CHEMICAL REACTIONS OF CARBONYL COMPOUNDS (AFK)

1. Nucleophilic Addition Reactions
2. Electromeric effect
3. Aldol Condensation
4. Cross Aldol Condensation
5. Cannizaro reactions
6. Cross-cannizaro reactions
7. Benzoin Condensation
8. Perkin Condensation

NUCLEOPHILIC ADDITION REACTIONS

• These are those reactions, in which a nucleophile (a negatively charged or electron rich species) attacks the electrophilic carbonyl carbon of an aldehyde or ketone, resulting in the addition of the nucleophile to the carbonyl group.

• Both Aldehyde and ketone give nucleophilic addition reactions.
• In normal, one substance act as reagent and other reactant.

For Aldehydes:

• In this, Aldehyde act as reactant and HCN act as reagent.
• Now, HCN form nucleophile ($CN^-$) and release $H^+$ ion.
• Then this nucleophile ($Nu^-$) attacks on the electrophile of the aldehyde.
• finally, Nu attacked on Carbon (electrophile) atom and $H^+$ ion attached with O and form cyanohydrins.

Mechanism:

1. Step 1: protonation of reagent / formation of nucleophile ($Nu^-$)

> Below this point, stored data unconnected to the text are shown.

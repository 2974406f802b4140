import type { Csr } from "../csr.js";
import { dropZeros } from "./build.js";

/**
 * The dense accumulator of a row-wise sparse product: one row at a time is scattered into it, then gathered with ascending
 * columns (Gustavson, ACM Trans. Math. Softw. 4, 250 (1978)).
 *
 * The caller scatters: where `mark[c]` is not the row's tag, it sets it, appends c to `list` and stores; else it adds.
 */
export class RowAccumulator {
  readonly re: Float64Array;
  readonly im: Float64Array;
  readonly mark: Int32Array;
  readonly list: Int32Array;
  /** Marks of row r are `firstTag + r`. */
  readonly firstTag: number;
  readonly #rows: number;
  readonly #cols: number;
  readonly #ptr: Int32Array;
  readonly #complex: boolean;
  readonly #bits: Int32Array;
  #col: Int32Array;
  #outRe: Float64Array;
  #outIm: Float64Array;
  #filled = 0;
  /** Whether the rows are gathered in arrays that the next product will use again. */
  #borrowed = true;

  /**
   * @param rows - rows of the result
   * @param cols - columns of the result
   * @param complex - whether imaginary parts are accumulated
   */
  constructor(rows: number, cols: number, complex: boolean) {
    const { scratch, firstTag } = scratchFor(rows, cols);
    this.re = scratch.re;
    this.im = complex ? scratch.im : NO_IMAGINARY_PART;
    this.mark = scratch.mark;
    this.list = scratch.list;
    this.firstTag = firstTag;
    this.#bits = scratch.bits;
    this.#rows = rows;
    this.#cols = cols;
    this.#ptr = new Int32Array(rows + 1);
    this.#complex = complex;
    this.#col = GATHERED.col;
    this.#outRe = GATHERED.re;
    this.#outIm = GATHERED.im;
  }

  /** Appends the accumulated row, whose `count` columns stand in `list`. */
  finishRow(row: number, count: number): void {
    const list = this.list;
    sortColumns(list, count, this.#cols, this.#bits);
    const first = this.#filled;
    if (first + count > this.#col.length) this.#grow(first + count);
    const col = this.#col;
    const outRe = this.#outRe;
    const re = this.re;
    for (let k = 0; k < count; k++) {
      const c = list[k] as number;
      col[first + k] = c;
      outRe[first + k] = re[c] as number;
    }
    if (this.#complex) {
      const outIm = this.#outIm;
      const im = this.im;
      for (let k = 0; k < count; k++) outIm[first + k] = im[list[k] as number] as number;
    }
    this.#filled = first + count;
    this.#ptr[row + 1] = first + count;
  }

  /** The finished matrix. */
  finish(): Csr {
    const used = this.#filled;
    const exact = !this.#borrowed && used === this.#col.length;
    const im = this.#complex ? (exact ? this.#outIm : this.#outIm.slice(0, used)) : undefined;
    return {
      rows: this.#rows,
      cols: this.#cols,
      ptr: this.#ptr,
      col: exact ? this.#col : this.#col.slice(0, used),
      re: exact ? this.#outRe : this.#outRe.slice(0, used),
      im: dropZeros(im),
    };
  }

  #grow(needed: number): void {
    const capacity = Math.max(needed, 2 * this.#col.length);
    const col = new Int32Array(capacity);
    col.set(this.#col);
    const re = new Float64Array(capacity);
    re.set(this.#outRe);
    if (this.#complex) {
      const im = new Float64Array(capacity);
      im.set(this.#outIm);
      this.#outIm = im;
    }
    this.#col = col;
    this.#outRe = re;
    this.#borrowed = false;
  }
}

/** Dense rows to accumulate in; tags only ever grow, so that nothing need be cleared. */
interface Scratch {
  readonly re: Float64Array;
  readonly im: Float64Array;
  readonly mark: Int32Array;
  readonly list: Int32Array;
  /** One bit a column, all zero between rows. */
  readonly bits: Int32Array;
  nextTag: number;
}

const NO_IMAGINARY_PART = new Float64Array(0);
const LARGEST_TAG = 2 ** 31 - 1;

/** Results up to this many entries are gathered here before they are copied; larger ones get arrays of their own. */
const KEPT_ENTRIES = 2 ** 17;
const GATHERED = {
  col: new Int32Array(KEPT_ENTRIES),
  re: new Float64Array(KEPT_ENTRIES),
  im: new Float64Array(KEPT_ENTRIES),
};

/** Kept from product to product, since clearing it would cost more than most products; every place is written before it is read. */
let kept: Scratch = makeScratch(64);

function makeScratch(size: number): Scratch {
  return {
    re: new Float64Array(size),
    im: new Float64Array(size),
    mark: new Int32Array(size).fill(-1),
    list: new Int32Array(size),
    bits: new Int32Array((size + 31) >> 5),
    nextTag: 0,
  };
}

function scratchFor(rows: number, cols: number): { scratch: Scratch; firstTag: number } {
  if (kept.mark.length < cols || kept.nextTag > LARGEST_TAG - rows)
    kept = makeScratch(Math.max(cols, kept.mark.length));
  const firstTag = kept.nextTag;
  kept.nextTag += rows;
  return { scratch: kept, firstTag };
}

/** Sorts the first `count` numbers of the list, all different and below `cols`. */
function sortColumns(list: Int32Array, count: number, cols: number, bits: Int32Array): void {
  let sorted = 1;
  while (sorted < count && (list[sorted - 1] as number) < (list[sorted] as number)) sorted++;
  if (sorted >= count) return;
  if (count <= 16) sortShort(list, sorted, count);
  else if (cols <= 256 * count) sortByBits(list, count, cols, bits);
  else list.subarray(0, count).sort();
}

/** Insertion sort of a list whose first `sorted` numbers are in order. */
function sortShort(list: Int32Array, sorted: number, count: number): void {
  for (let k = sorted; k < count; k++) {
    const value = list[k] as number;
    let m = k - 1;
    while (m >= 0 && (list[m] as number) > value) {
      list[m + 1] = list[m] as number;
      m--;
    }
    list[m + 1] = value;
  }
}

/** Marks every column by one bit and reads the bits off in order. */
function sortByBits(list: Int32Array, count: number, cols: number, bits: Int32Array): void {
  for (let k = 0; k < count; k++) {
    const c = list[k] as number;
    bits[c >> 5] = (bits[c >> 5] as number) | (1 << (c & 31));
  }
  const words = (cols + 31) >> 5;
  let k = 0;
  for (let w = 0; w < words; w++) {
    let word = bits[w] as number;
    if (word === 0) continue;
    bits[w] = 0;
    while (word !== 0) {
      const lowest = word & -word;
      list[k++] = (w << 5) | (31 - Math.clz32(lowest));
      word ^= lowest;
    }
  }
}
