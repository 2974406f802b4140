import { GoodBasisError } from "../errors.js";
import { type ExactBudget, Meter } from "./budget.js";
import { requireOperator, requireVectors } from "./guards.js";
import { ExactOperator } from "./operator.js";
import type { ExactTriplet } from "./rows.js";
import type { ExactVector } from "./vector.js";

/** The matrix of an operator in an invariant space, or where it leaves the space. */
export type Representation =
  | {
      /** The space is invariant. */
      readonly kind: "invariant";
      /** A as it acts on the given vectors. */
      readonly matrix: ExactOperator;
    }
  | {
      /** The operator leads out of the space. */
      readonly kind: "leaves";
      /** The place of the first vector whose image is not in the space. */
      readonly column: number;
      /** The part of the image outside; not zero. */
      readonly outside: ExactVector;
    };

/**
 * The matrix M with A q_j = Σ_i q_i M_ij, where the given vectors span an invariant space: M_ij = ⟨q_i|A|q_j⟩ / ⟨q_i|q_i⟩.
 * Eigenvalues, traces and polynomials of A in the space are those of M; no square root of a norm enters, so M is Hermitian
 * only where all norms are equal.
 *
 * @param vectors - mutually orthogonal, not zero
 * @throws GoodBasisError `shape` - no vector, or one over another number of kets; `option` - a zero vector, or two that are
 *   not orthogonal; `budget`
 *
 * @example
 * ```ts
 * import { ExactOperator, ExactVector, represent } from "goodbasis";
 *
 * const even = represent(ExactOperator.from([[3, 1], [1, 3]]), [ExactVector.from([1, 1])]);
 * if (even.kind === "invariant") console.log(even.matrix.entry(0, 0).text()); // 4
 * ```
 */
export function represent(
  operator: ExactOperator,
  vectors: readonly ExactVector[],
  budget?: ExactBudget,
): Representation {
  requireOperator("represent", operator);
  requireVectors("represent", vectors);
  const meter = new Meter("represent", budget);
  requireOrthogonal(vectors);
  const inverses = vectors.map((vector) => vector.squaredNorm.inverse());
  const triplets: ExactTriplet[] = [];
  for (const [j, vector] of vectors.entries()) {
    const image = operator.apply(vector);
    let outside = image;
    for (const [i, left] of vectors.entries()) {
      meter.spendProducts(left.values.length);
      const overlap = left.inner(image);
      if (overlap.isZero) continue;
      const value = overlap.times(inverses[i] ?? 0);
      meter.weigh(value.largeTerms);
      triplets.push([i, j, value]);
      outside = outside.plus(left, value.negate());
    }
    if (!outside.isZero) return { kind: "leaves", column: j, outside };
  }
  return { kind: "invariant", matrix: ExactOperator.fromTriplets(vectors.length, triplets) };
}

function requireOrthogonal(vectors: readonly ExactVector[]): void {
  for (const [j, a] of vectors.entries()) {
    if (a.isZero) throw new GoodBasisError("option", `represent: vector ${j} is zero`, { vector: j });
    for (const [k, b] of vectors.entries()) {
      if (k >= j || a.inner(b).isZero) continue;
      const message = `represent: vectors ${k} and ${j} are not orthogonal; pass them through orthogonalise first`;
      throw new GoodBasisError("option", message, { first: k, second: j });
    }
  }
}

2. Step 2: Attack of nucleophile on reactant.

3. Step 3: Addition of electrophile ($H^+$)

For Ketones:

• In this, positively polarised carbon atom in $C=O$ act as electrophile and reagent act as nucleophile ($Nu^-$).

• firstly, Nu attacks on electrophile and form intermediate which then react with $H^+$ ion and form final product.

• Eg: Addition of HCN mechanism is the same as aldehyde.

ELECTROMERIC EFFECTS

• It is a temporary and reversible shift of electron in a multiple bond ($\pi$ bond) toward one of the bonded atom, formed polarised bond.

• Electromeric addition reaction: Shifting of $\pi$ electron and attachment of electrophile ($E^+$) at same side.

• Nucleophilic addition reaction: Sifting of $\pi$ electron and attachment of nucleophile ($Nu^-$) are at different side.

• It is of two types:

  • +E Effects (Positive Electromeric Effects): Electron-withdrawing group (EWG) pull electrons away from the multiple bond, increasing the positivity of adjacent atom.

• -E Effects (Negative Electromeric Effects): Electron-donating groups (EDG) push electrons towards the multiple bond, increasing the negativity to adjacent atom.

ALDOL CONDENSATION

• It is a chemical reactions that combines two carbonyl compounds (aldehydes or ketones) to form a new carbon-carbon bond.

Conditions for Aldol Condensation:

• All aldehydes and ketones, if they have $\alpha$-hydrogen.
• dil. NaOH (for aldehydes), $Ba(OH)_2$ $\rightarrow$ for ketones.

For Aldehydes:

• In this reaction two molecules of aldehyde are condensed together to form Aldol, in the presence of dil. NaOH.

Mechanism:

1. Step 1: formation of nucleophile (from reagent).

2. Step 2: Attack of Nucleophile on reactant

Note : Presence of $\alpha$-hydrogen of aldehyde or ketone is necessary for aldol condensation.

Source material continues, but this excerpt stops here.